Black Widow (1954) filmada en Cinemascope, es una pieza que aparentemente se encuentra mucho más cerca de Agatha Christie que de Raymond Chandler. Sin embargo, ¿acaso toda la literatura negra (y, por ende, el cine noir) no nacen de la matriz inacabable de la literatura tradicional de crimen y misterio? Nunnally Johnson establece una narración lineal, típica de la época, pero también asume el riesgo de experimentar con los tiempos hacia el final del metraje, cuando ya se dilucidan los misterios. La historia es sencilla y está muy bien engranada, aunque el epílogo no deja de ser forzado. Una hermosa imagen colorida de New York desde la amplísima ventana del apartamento al que arriba Nancy Ordway (la ex estrella infantil Peggy Ann Gardner) da cuenta de las bonanzas del Cinemascope y alejan a este filme del tradicionalismo, aunque aún haya lugar para convencionalismos argumentales como la presencia de la mujer fría y manipuladora que convierte en víctima a su presa, el infausto Peter Denver, quien tiene que salvarse así mismo ejerciendo como investigador de la farsa que se ha montado. Gene Tierney, en un papel absolutamente diferente al de Leave Her To Heaven, demuestra cuán gran actriz era. Van Heflin, Ginger Rogers, Reginald Gardner y el mítico George Raft, aquí haciendo el papel de un escéptico policía, completan un reparto clásico e inolvidable.

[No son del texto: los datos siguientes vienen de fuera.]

@dataclass(frozen=True)
class ReferenceMixtureState:
    """The reference mixture model at (T, P), or a bubble or dew point. Scalars for scalar
    knowns, arrays of the knowns' shape otherwise (compositions with one more axis, last).

    Attributes
    ----------
    mixture : Mixture
    kind : "T,P", "bubble,T", "bubble,P", "dew,T" or "dew,P" (see :data:`MIXTURE_KINDS`)
    T : temperature [K]
    P : pressure [Pa] (the bubble or dew pressure for "bubble,T" and "dew,T")
    rho : molar density [mol/m^3] (of the whole feed: the molar mean in two phases; of the
        feed phase at a bubble (liquid) or dew (vapor) point)
    Z : compressibility factor P / (rho R T) [-], R the reference model's gas constant
    phase : "liquid", "vapor", "supercritical" or "two-phase" by :func:`mixture_phase_word`
        ("" where unavailable); bubble and dew points are "two-phase" with vapor_fraction 0 or 1
    library_phase : CoolProp's own label in the project's words (see the module docstring
        for why it is not ``phase``)
    vapor_fraction : molar vapor fraction [-]: the split in two phases, 0 for "liquid", 1 for
        "vapor", NaN for "supercritical"
    x, y : liquid and vapor mole fractions [-] (equal to z in one phase)
    rho_liquid, rho_vapor : each phase's molar density [mol/m^3] (in one phase, the state's
        density in its own slot and NaN in the other; both NaN when supercritical)
    pip : phase-identification parameter [-] of a single-phase state (NaN in two phases)
    h, s : molar enthalpy [J/mol] and entropy [J/(mol K)] on the reference model's own zero
        (each component's reference equation's), the whole feed
    available : bool
    reason : why a state is unavailable ("" where available)
    completed : how many leading states were evaluated (fewer than the size if interrupted)
    warnings : sentences about the whole result (components whose constants differ from
        their reference equations'); () when there is nothing to say
    """

    mixture: object = field(repr=False)
    kind: str
    T: object
    P: object
    rho: object
    Z: object
    phase: object
    library_phase: object = field(repr=False)
    vapor_fraction: object = field(repr=False)
    x: object = field(repr=False)
    y: object = field(repr=False)
    rho_liquid: object = field(repr=False)
    rho_vapor: object = field(repr=False)
    pip: object = field(repr=False)
    h: object = field(repr=False)
    s: object = field(repr=False)
    available: object = field(repr=False)
    reason: object = field(repr=False)
    completed: int = field(repr=False, default=0)
    warnings: tuple = field(repr=False, default=())

    @property
    def v(self):
        """Molar volume 1/rho [m^3/mol]."""
        return _scalar(1.0 / np.asarray(self.rho, dtype=float))

    @property
    def rho_mass(self):
        """Mass density [kg/m^3] of the whole feed."""
        return _scalar(self.mixture.molar_mass * np.asarray(self.rho, dtype=float))

    @property
    def incipient(self):
        """Composition of the phase that appears [-]: y at a bubble point, x at a dew point
        (NaN for a (T, P) state)."""
        if self.kind.startswith("bubble"):
            return self.y
        if self.kind.startswith("dew"):
            return self.x
        return np.full_like(np.asarray(self.x, dtype=float), np.nan)

    def to_frame(self):
        """The states as a pandas DataFrame, one row per state: T [K], P [Pa], rho [mol/m³], Z,
        phase, library_phase, vapor_fraction, rho_liquid and rho_vapor [mol/m³], then the
        liquid and vapor mole fractions as "x <component>" and "y <component>", and reason."""
        import pandas as pd

        n = int(np.size(self.available))
        columns = {k: np.ravel(np.asarray(getattr(self, k))) for k in
                   ("T", "P", "rho", "Z", "phase", "library_phase", "vapor_fraction", "rho_liquid", "rho_vapor")}
        for label, comp in (("x", self.x), ("y", self.y)):
            comp = np.asarray(comp, dtype=float).reshape(n, len(self.mixture))
            for j, name in enumerate(self.mixture.names):
                columns[f"{label} {name}"] = comp[:, j]
        columns["reason"] = np.ravel(np.asarray(self.reason))
        return pd.DataFrame({k: np.broadcast_to(v, (n,)) for k, v in columns.items()})

    def __repr__(self):
        name = _mixture_label(self.mixture)
        what = {"T,P": "", "bubble,T": "bubble point, ", "bubble,P": "bubble point, ",
                "dew,T": "dew point, ", "dew,P": "dew point, "}[self.kind]
        if np.ndim(self.T) or np.ndim(self.available):
            n = np.size(self.available)
            text = f"ReferenceMixtureState({name}, {what}{n} states, {int(np.sum(self.available))} available)"
        elif not self.available:
            text = f"ReferenceMixtureState({name}, {what}unavailable: {self.reason})"
        else:
            text = (f"ReferenceMixtureState({name}, {what}T={self.T:.6g} K, P={self.P:.6g} Pa, "
                    f"rho={self.rho:.6g} mol/m³, Z={self.Z:.6g}, phase={self.phase!r}"
                    + (f", vapor fraction={self.vapor_fraction:.6g}" if self.phase == "two-phase" else "") + ")")
        return text + "".join(f"\nWarning: {w}" for w in self.warnings)

    def _repr_html_(self):
        caution = f"<p style='font-size:smaller'><b>Caution.</b> {html.escape(REFERENCE_MIXTURE_CAUTION)}</p>"
        notes = "".join(f"<p><b>Warning.</b> {html.escape(w)}</p>" for w in self.warnings)
        title = html.escape(f"Reference mixture model: {_mixture_label(self.mixture)}")
        if np.ndim(self.available):
            return f"<div><b>{title}</b>{self._html_rows()}{notes}{caution}</div>"
        if not self.available:
            return (f"<div><b>{title}</b><p>Unavailable: {html.escape(str(self.reason))}</p>{notes}"
                    f"{caution}</div>")
        rows = [("T", f"{self.T:.6g} K"), ("P", f"{self.P / 1e6:.6g} MPa"), ("ρ", f"{self.rho:.6g} mol/m³"),
                ("ρ (mass)", f"{self.rho_mass:.6g} kg/m³"), ("Z", f"{self.Z:.6g}"), ("phase", self.phase),
                ("the library's label", self.library_phase), ("vapor fraction (molar)", _cell(self.vapor_fraction))]
        if self.phase == "two-phase":
            rows += [("ρ liquid", f"{self.rho_liquid:.6g} mol/m³"), ("ρ vapor", f"{self.rho_vapor:.6g} mol/m³")]
        table = "".join(f"<tr><th style='text-align:left'>{html.escape(k)}</th><td>{html.escape(str(v))}</td></tr>"
                        for k, v in rows)
        comp = "".join(
            f"<tr><td style='text-align:left'>{html.escape(n)}</td><td>{zi:.6g}</td><td>{xi:.6g}</td>"
            f"<td>{yi:.6g}</td></tr>"
            for n, zi, xi, yi in zip(self.mixture.names, self.mixture.z, self.x, self.y))
        comp_table = ("<table><tr><th>component</th><th>feed z</th><th>liquid x</th><th>vapor y</th></tr>"
                      f"{comp}</table>")
        return f"<div><b>{title}</b><table>{table}</table>{comp_table}{notes}{caution}</div>"

    def _html_rows(self, limit: int = 12):
        flat = {k: np.ravel(np.asarray(getattr(self, k))) for k in ("T", "P", "rho", "Z", "phase",
                                                                     "vapor_fraction", "reason")}
        n = flat["T"].size
        head = ("<tr><th>T [K]</th><th>P [MPa]</th><th>ρ [mol/m³]</th><th>Z</th><th>phase</th>"
                "<th>vapor fraction</th><th>note</th></tr>")
        body = "".join(
            f"<tr><td>{_cell(flat['T'][i])}</td><td>{_cell(flat['P'][i] / 1e6)}</td><td>{_cell(flat['rho'][i])}</td>"
            f"<td>{_cell(flat['Z'][i])}</td><td>{html.escape(str(flat['phase'][i]))}</td>"
            f"<td>{_cell(flat['vapor_fraction'][i])}</td><td>{html.escape(str(flat['reason'][i]))}</td></tr>"
            for i in range(min(n, limit)))
        more = f"<p>… {n - limit} more states</p>" if n > limit else ""
        return (f"<p>{n} states, {int(np.sum(self.available))} available</p><table>{head}{body}</table>"
                f"{more}")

House Of Bamboo (1955), dirigida por Samuel Fuller y filmada en CinemaScope y en DeLuxe Color, fue una de varias películas de la 20th Century Fox producidas por Buddy Adler que se rodaron en Asia en la década de los cincuenta. La historia creada por Harry Kleiner, un guionista puro, es una especie de antecedente del Black Rain de Scott al desarrollarse en Japón, donde investigadores norteamericanos investigan la muerte de un sargento militar. Pero mientras Scott tiñe de oscuro su historia y sus personajes, Fuller realza sus colores. El tema no es característico del cine negro. Es en realidad una cinta policiaca casi ortodoxa, con un cierto componente del cine gansteril, una rareza conceptual y argumental para la década en que fue filmada. En términos estéticos e incluso argumentales, House of Bamboo no es una cinta noir. Y si acaso resalta algo es la fotografía del veterano Joseph MacDonald, que ya antes de este trabajo había estado a cargo de la cinematografía de Viva Zapata, el filme de Kazan. Un tren que atraviesa los sembrados helados frente al monte Fuji en Yokohama. El Tokio primitivo de la posguerra con sus aceras mullidas y sus viejos edificios… Ninguno de los cinco ejemplos enumerados aquí es un arquetipo paradigmático del cine negro, eso ya lo sabemos. Y quizás muchísimas otras obras conceptualizadas dentro del género tampoco lo sean. Una pieza exacta que responda a los cánones previamente establecidos en cualquier manifestación del arte es casi un imposible reservado a los puristas. Leave Her To Heaven, más melodrama que otra cosa; Desert Fury, una rareza cuasi inclasificable; Niagara, una pieza de claros tintes hitchcocknianos; Black Widow, un policiaco a la usanza de los escritores de «misterio» (esta denominación también suele otorgarse al cine y la literatura noir, cosa con la que no concuerdo); y la historia de Fuller de House Of Bamboo son muestras de un cine vibrante que, sin embargo, nunca se les debió haber colgado el cartelito de maras.